My site has three locations, each with one physical server machine
running Debian squeeze, as well as two Internet connections. To avoid
Kerberos identity problems among the three servers, I've set up one
virtual host per server machine, each with a single interface and a
public IP address. At first these virtual machines hosted both our
integrated Kerberos and OpenLDAP servers, as well as our OpenAFS
database and file servers.
In this configuration, all AFS traffic, even local traffic, was forced
to traverse a firewall and a NAT. In tests it all seemed okay, but in
practice performance could be quite poor, often getting worse after
several hours of use. At first we thought the cause was due to the UDP
connections timing out, but the problems persisted even after we had
compensated and no more AFS packets were being dropped.
Last weekend I decided to make a major change to our AFS server
architecture. I created a new AFS file server on the base OS of each
of the three physical servers, moved all of the AFS volumes there and
removed the file server processes from the virtual hosts.
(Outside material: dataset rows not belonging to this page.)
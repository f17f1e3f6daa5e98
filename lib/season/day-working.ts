/**
 * The working of one strip on one day, told from the numbers `stepDay` left behind; nothing is computed here.
 */
import type { StripDay, StripGround, UseRecord, WettingRecord } from './day.ts';
import type { Trace, WorkingStep } from './types.ts';

type Quantity = WorkingStep['inputs'][number];

/** A named number of a working. */
export function quantity(symbol: string, value: number, unit: string): Quantity {
  return { symbol, value, unit };
}

const mm = (symbol: string, value: number) => quantity(symbol, value, 'mm');
const one = (symbol: string, value: number) => quantity(symbol, value, '1');

/** Hands the steps of a strip's morning to the recorder: roots, rain, irrigation, drainage, wetting of the surface. */
export function recordWetting(ground: StripGround, day: StripDay, wetting: WettingRecord, trace: Trace): void {
  for (const step of rootSteps(ground, day, wetting)) trace.step(step);
  for (const step of irrigationSteps(ground, day, wetting)) trace.step(step);
  for (const step of refillSteps(day, wetting)) trace.step(step);
  trace.step(surfaceStep(ground, day, wetting));
}

/** Hands the steps of a strip's water use to the recorder: exposure of the surface, demand, use, and the balance of the day. */
export function recordUse(ground: StripGround, day: StripDay, use: UseRecord, trace: Trace): void {
  for (const step of exposureSteps(ground, day, use)) trace.step(step);
  for (const step of evaporationSteps(ground, day, use)) trace.step(step);
  for (const step of demandSteps(day, use)) trace.step(step);
  for (const step of takenSteps(ground, day, use)) trace.step(step);
  trace.step(balanceStep(day, use));
}

function rootSteps(ground: StripGround, day: StripDay, wetting: WettingRecord): WorkingStep[] {
  const part = 'root-zone';
  const depth = quantity('Zr', day.rootDepth, 'm');
  const before = quantity('Zr, yesterday', wetting.openingRootDepth, 'm');
  const grows = day.rootDepth >= wetting.openingRootDepth;
  return [
    {
      part,
      symbol: 'ΔDr',
      name: grows ? 'Depletion of the soil that roots grew into' : 'Depletion given back by a shallower root zone',
      expression: grows
        ? 'ΔDr = Db (Zr − Zr,yesterday) / (Zmax − Zr,yesterday), 0 without growth'
        : 'ΔDr = −Dr (Zr,yesterday − Zr) / Zr,yesterday',
      inputs: [
        depth,
        before,
        quantity('Zmax', ground.deepestRoot, 'm'),
        mm('Dr, yesterday', wetting.openingDepletion),
        mm('Db, yesterday', wetting.openingBelow),
      ],
      result: wetting.moved,
      unit: 'mm',
      source: 'FAO-56 chapter 8, text of Eq. 85',
    },
    {
      part,
      symbol: 'Dr,0',
      name: 'Root-zone depletion at the start of the day',
      expression: 'Dr,0 = Dr,yesterday + ΔDr',
      inputs: [mm('Dr, yesterday', wetting.openingDepletion), mm('ΔDr', wetting.moved)],
      result: wetting.grownDepletion,
      unit: 'mm',
      source: 'FAO-56 Eq. 85',
    },
    {
      part,
      symbol: 'TAW',
      name: 'Total available water',
      expression: 'TAW = 1000 (θFC − θWP) Zr',
      inputs: [quantity('θFC', ground.fieldCapacity, 'm³ m⁻³'), quantity('θWP', ground.wiltingPoint, 'm³ m⁻³'), depth],
      result: day.available,
      unit: 'mm',
      source: 'FAO-56 Eq. 82',
    },
  ];
}

function irrigationSteps(ground: StripGround, day: StripDay, wetting: WettingRecord): WorkingStep[] {
  const part = 'irrigation';
  return [
    {
      part,
      symbol: 'Pi',
      name: 'Rain that enters the soil',
      expression: 'Pi = P − RO',
      inputs: [mm('P', day.precipitation), mm('RO', day.surfaceRunoff)],
      result: wetting.infiltration,
      unit: 'mm',
      source: 'FAO-56 Eq. 85',
    },
    {
      part,
      symbol: 'Dr,rain',
      name: 'Root-zone depletion after rain',
      expression: 'Dr,rain = max(0, Dr,0 − Pi)',
      inputs: [mm('Dr,0', wetting.grownDepletion), mm('Pi', wetting.infiltration)],
      result: wetting.rainedDepletion,
      unit: 'mm',
      source: 'FAO-56 Eq. 85',
    },
    {
      part,
      symbol: 'Ds',
      name: 'Depletion of the soil irrigation is scheduled over',
      expression: 'Ds = Dr,rain + Db,rain (Zs − Zr) / (Zmax − Zr), Zs at least half the mature root depth',
      inputs: [
        mm('Dr,rain', wetting.rainedDepletion),
        mm('Db,rain', wetting.openingBelow - wetting.moved - wetting.rainExcess + day.deepPercolation),
        quantity('Zs', wetting.scheduleDepth, 'm'),
        quantity('Zr', day.rootDepth, 'm'),
        quantity('Zmax', ground.deepestRoot, 'm'),
      ],
      result: wetting.scheduleDepletion,
      unit: 'mm',
      source: 'common practice: the upper half of the mature root zone is watered while roots are shallow',
    },
    {
      part,
      symbol: 'Dc',
      name: 'Depletion that calls for water',
      expression: 'Dc = max(0, Ds − few,yesterday De,rain), De,rain = max(0, De,yesterday − Pi)',
      inputs: [
        mm('Ds', wetting.scheduleDepletion),
        one('few,yesterday', wetting.openingExposed),
        mm('De, yesterday', wetting.openingSurface),
        mm('Pi', wetting.infiltration),
      ],
      result: wetting.drawnDepletion,
      unit: 'mm',
      source: 'common practice: the dryness of the bare surface does not by itself call for water',
    },
    {
      part,
      symbol: 'D,start',
      name: 'Depletion at which an irrigation starts',
      expression: 'D,start = f p 1000 (θFC − θWP) Zs, p of the day before (of the table on the first day)',
      inputs: [
        one('f', ground.triggerFraction),
        one('p', wetting.triggerDepletionFraction),
        quantity('θFC', ground.fieldCapacity, 'm³ m⁻³'),
        quantity('θWP', ground.wiltingPoint, 'm³ m⁻³'),
        quantity('Zs', wetting.scheduleDepth, 'm'),
      ],
      result: wetting.trigger,
      unit: 'mm',
      source: 'FAO-56 Eq. 83; f from the application method',
    },
    {
      part,
      symbol: 'I',
      name: 'Net irrigation',
      expression: irrigationText(day, wetting),
      inputs: [
        mm('Ds', wetting.scheduleDepletion),
        mm('Dc', wetting.drawnDepletion),
        mm('D,start', wetting.trigger),
        mm('Dr,rain', wetting.rainedDepletion),
        mm('p TAW', wetting.stressFrom),
        mm('I max', ground.maximumDailyDepth),
      ],
      result: day.irrigation,
      unit: 'mm',
      source: 'irrigation to requirement: start at D,start or when Dr,rain passes p TAW, refill Ds, at most I max a day',
    },
  ];
}

function irrigationText(day: StripDay, wetting: WettingRecord): string {
  if (day.irrigation > 0) return `I = min(Ds, I max); ${wetting.wasIrrigating ? 'goes on from yesterday' : startReason(wetting)}`;
  if (!day.planted) return 'I = 0; nothing is planted';
  return day.mayIrrigate
    ? 'I = 0; Dc is below D,start and Dr,rain below p TAW, or the soil is already refilled'
    : 'I = 0; rain-fed or past the last irrigation';
}

function startReason(wetting: WettingRecord): string {
  return wetting.rainedDepletion > wetting.stressFrom ? 'starts: Dr,rain > p TAW, the crop would run short' : 'starts: Dc ≥ D,start';
}

function refillSteps(day: StripDay, wetting: WettingRecord): WorkingStep[] {
  const part = 'root-zone';
  const given = [mm('Dr,0', wetting.grownDepletion), mm('Pi', wetting.infiltration), mm('I', day.irrigation)];
  return [
    {
      part,
      symbol: 'Dr,1',
      name: 'Root-zone depletion after wetting and drainage',
      expression: 'Dr,1 = max(0, Dr,0 − Pi − I)',
      inputs: given,
      result: day.refilled,
      unit: 'mm',
      source: 'FAO-56 Eq. 85 and 88, drained before ET as in Example 38',
    },
    {
      part,
      symbol: 'DR',
      name: 'Rain draining out of the root zone',
      expression: 'DR = max(0, Pi − Dr,0)',
      inputs: [mm('Pi', wetting.infiltration), mm('Dr,0', wetting.grownDepletion)],
      result: wetting.rainExcess,
      unit: 'mm',
      source: 'FAO-56 Eq. 88',
    },
    {
      part,
      symbol: 'DP',
      name: 'Deep percolation, past the deepest root',
      expression: 'DP = DR − min(DR, Db)',
      inputs: [mm('DR', wetting.rainExcess), mm('Db, before', wetting.openingBelow - wetting.moved)],
      result: day.deepPercolation,
      unit: 'mm',
      source: 'FAO-56 Eq. 88, with the soil below the root zone refilled first',
    },
    {
      part,
      symbol: 'DI',
      name: 'Irrigation kept in the soil below the root zone',
      expression: 'DI = max(0, I − Dr,rain)',
      inputs: [mm('I', day.irrigation), mm('Dr,rain', wetting.rainedDepletion)],
      result: wetting.irrigationExcess,
      unit: 'mm',
      source: 'continuity; never more than the depletion there',
    },
  ];
}

function surfaceStep(ground: StripGround, day: StripDay, wetting: WettingRecord): WorkingStep {
  return {
    part: 'surface',
    symbol: 'De,1',
    name: 'Surface-layer depletion after wetting',
    expression: 'De,1 = max(0, De,yesterday − Pi − I / fw,method)',
    inputs: [
      mm('De, yesterday', wetting.openingSurface),
      mm('Pi', wetting.infiltration),
      mm('I', day.irrigation),
      one('fw,method', ground.methodWetted),
    ],
    result: day.wettedSurface,
    unit: 'mm',
    source: 'FAO-56 Eq. 77 and 79',
  };
}

function exposureSteps(ground: StripGround, day: StripDay, use: UseRecord): WorkingStep[] {
  const part = 'surface';
  const height = quantity('h', day.height, 'm');
  const basal = one('Kcb', day.basal);
  return [
    {
      part,
      symbol: 'fw',
      name: 'Wetted fraction of the surface',
      expression: 'fw of the method on an irrigation day, 1 after more than 3 mm of rain, else as the day before',
      inputs: [mm('I', day.irrigation), mm('P', day.precipitation), one('fw,method', ground.methodWetted)],
      result: use.wettedFraction,
      unit: '1',
      source: 'FAO-56 Table 20 and text of Eq. 75',
    },
    {
      part,
      symbol: 'Kc max',
      name: 'Upper limit of evaporation and transpiration',
      expression: 'Kc max = max(1.2 + k (h/3)^0.3, Kcb + 0.05)',
      inputs: [one('k', day.climate), height, basal],
      result: use.maximum,
      unit: '1',
      source: 'FAO-56 Eq. 72',
    },
    {
      part,
      symbol: 'fc',
      name: 'Fraction covered by the crop',
      expression: 'fc = ((Kcb − 0.15) / (Kc max − 0.15))^(1 + 0.5 h), within 0 … 0.99',
      inputs: [basal, one('Kc max', use.maximum), height],
      result: use.covered,
      unit: '1',
      source: 'FAO-56 Eq. 76',
    },
    {
      part,
      symbol: 'few',
      name: 'Exposed and wetted fraction',
      expression: ground.underCanopy ? 'few = min(1 − fc, (1 − 2/3 fc) fw), at least 0.01' : 'few = min(1 − fc, fw), at least 0.01',
      inputs: [one('fc', use.covered), one('fw', use.wettedFraction)],
      result: use.exposedWetted,
      unit: '1',
      source: 'FAO-56 Eq. 75',
    },
  ];
}

function evaporationSteps(ground: StripGround, day: StripDay, use: UseRecord): WorkingStep[] {
  return [
    {
      part: 'surface',
      symbol: 'Kr',
      name: 'Evaporation reduction coefficient',
      expression: day.wettedSurface <= ground.readilyEvaporable ? 'Kr = 1 while De,1 ≤ REW' : 'Kr = (TEW − De,1) / (TEW − REW)',
      inputs: [mm('De,1', day.wettedSurface), mm('REW', ground.readilyEvaporable), mm('TEW', ground.totalEvaporable)],
      result: use.reduction,
      unit: '1',
      source: 'FAO-56 Eq. 74',
    },
    {
      part: 'surface',
      symbol: 'Ke',
      name: 'Soil evaporation coefficient',
      expression: 'Ke = min(Kr (Kc max − Kcb), few Kc max)',
      inputs: [one('Kr', use.reduction), one('Kc max', use.maximum), one('Kcb', day.basal), one('few', use.exposedWetted)],
      result: use.evaporationCoefficient,
      unit: '1',
      source: 'FAO-56 Eq. 71',
    },
  ];
}

function demandSteps(day: StripDay, use: UseRecord): WorkingStep[] {
  const part = 'root-zone';
  const fraction = one('p', use.depletionFraction);
  const available = mm('TAW', day.available);
  const adjusted = 'p = p,table + 0.04 (5 − ETc), within 0.1 … 0.8';
  const stressed = day.refilled > day.readilyAvailable ? 'Ks = (TAW − Dr,1) / ((1 − p) TAW)' : 'Ks = 1 while Dr,1 ≤ RAW';
  return [
    {
      part: 'coefficient',
      symbol: 'ETc',
      name: 'Crop ET, unstressed',
      expression: 'ETc = (Kcb + Ke) ETo',
      inputs: [one('Kcb', day.basal), one('Ke', use.evaporationCoefficient), mm('ETo', day.referenceEt)],
      result: day.cropEt,
      unit: 'mm',
      source: 'FAO-56 Eq. 69',
    },
    {
      part,
      symbol: 'p',
      name: 'Depletion fraction',
      expression: day.planted ? adjusted : 'p as on the last cropped day; nothing is planted',
      inputs: [one('p,table', day.tableFraction), mm('ETc', day.cropEt)],
      result: use.depletionFraction,
      unit: '1',
      source: 'FAO-56 Table 22, footnote 2',
    },
    {
      part,
      symbol: 'RAW',
      name: 'Readily available water',
      expression: 'RAW = p TAW',
      inputs: [fraction, available],
      result: day.readilyAvailable,
      unit: 'mm',
      source: 'FAO-56 Eq. 83',
    },
    {
      part,
      symbol: 'Ks',
      name: 'Stress coefficient',
      expression: day.planted ? stressed : 'Ks = 1; nothing is planted',
      inputs: [available, mm('Dr,1', day.refilled), fraction],
      result: day.stress,
      unit: '1',
      source: 'FAO-56 Eq. 84',
    },
  ];
}

function takenSteps(ground: StripGround, day: StripDay, use: UseRecord): WorkingStep[] {
  const reference = mm('ETo', day.referenceEt);
  const available = mm('TAW', day.available);
  const refilled = mm('Dr,1', day.refilled);
  const transpired = mm('T', day.transpiration);
  const evaporated = mm('E', day.evaporation);
  return [
    {
      part: 'root-zone',
      symbol: 'T',
      name: 'Transpiration',
      expression: 'T = min(Ks Kcb ETo, TAW − Dr,1)',
      inputs: [one('Ks', day.stress), one('Kcb', day.basal), reference, available, refilled],
      result: day.transpiration,
      unit: 'mm',
      source: 'FAO-56 Eq. 80 and 86',
    },
    {
      part: 'surface',
      symbol: 'E',
      name: 'Soil evaporation',
      expression: 'E = min(Ke ETo, TAW − Dr,1 − T)',
      inputs: [one('Ke', use.evaporationCoefficient), reference, available, refilled, transpired],
      result: day.evaporation,
      unit: 'mm',
      source: 'FAO-56 Eq. 80 and 86',
    },
    {
      part: 'surface',
      symbol: 'De',
      name: 'Surface-layer depletion at the end of the day',
      expression: 'De = min(TEW, De,1 + E / few)',
      inputs: [mm('De,1', day.wettedSurface), evaporated, one('few', use.exposedWetted), mm('TEW', ground.totalEvaporable)],
      result: use.closingSurface,
      unit: 'mm',
      source: 'FAO-56 Eq. 77 and 78',
    },
    {
      part: 'root-zone',
      symbol: 'Dr',
      name: 'Root-zone depletion at the end of the day',
      expression: 'Dr = Dr,1 + T + E',
      inputs: [refilled, transpired, evaporated],
      result: day.closingDepletion,
      unit: 'mm',
      source: 'FAO-56 Eq. 85',
    },
  ];
}

function balanceStep(day: StripDay, use: UseRecord): WorkingStep {
  return {
    part: 'balance',
    symbol: 'residual',
    name: 'Water balance of the day',
    expression: 'P + I − RO − T − E − DP − [(Dr + Db) yesterday − (Dr + Db) today], which must be 0',
    inputs: [
      mm('P', day.precipitation),
      mm('I', day.irrigation),
      mm('RO', day.surfaceRunoff),
      mm('T', day.transpiration),
      mm('E', day.evaporation),
      mm('DP', day.deepPercolation),
      mm('(Dr + Db) yesterday', day.opening),
      mm('Dr', day.closingDepletion),
      mm('Db', use.closingBelow),
    ],
    result: day.residual,
    unit: 'mm',
    source: 'FAO-56 Eq. 85, over the root zone and the soil below it',
  };
}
With NetInfo
and NetRestrict, I set each of the new file servers to register only
one public IP address in the VLDB. Now local AFS file server traffic
is no longer forced to traverse the firewall/NAT. This was a great
improvement, so that people with local user volumes are at last
experiencing performance that can be described as normal.
However, if anything this has only made the contrast between local and
remote performance even more acute. After all, nothing has changed for
the remote users: not only do their connections have less bandwidth (6
Mbps) and higher latency (25-30 ms), but their traffic must also
traverse two firewalls and a local NAT.
What is currently likely the main reason for this difference in performance?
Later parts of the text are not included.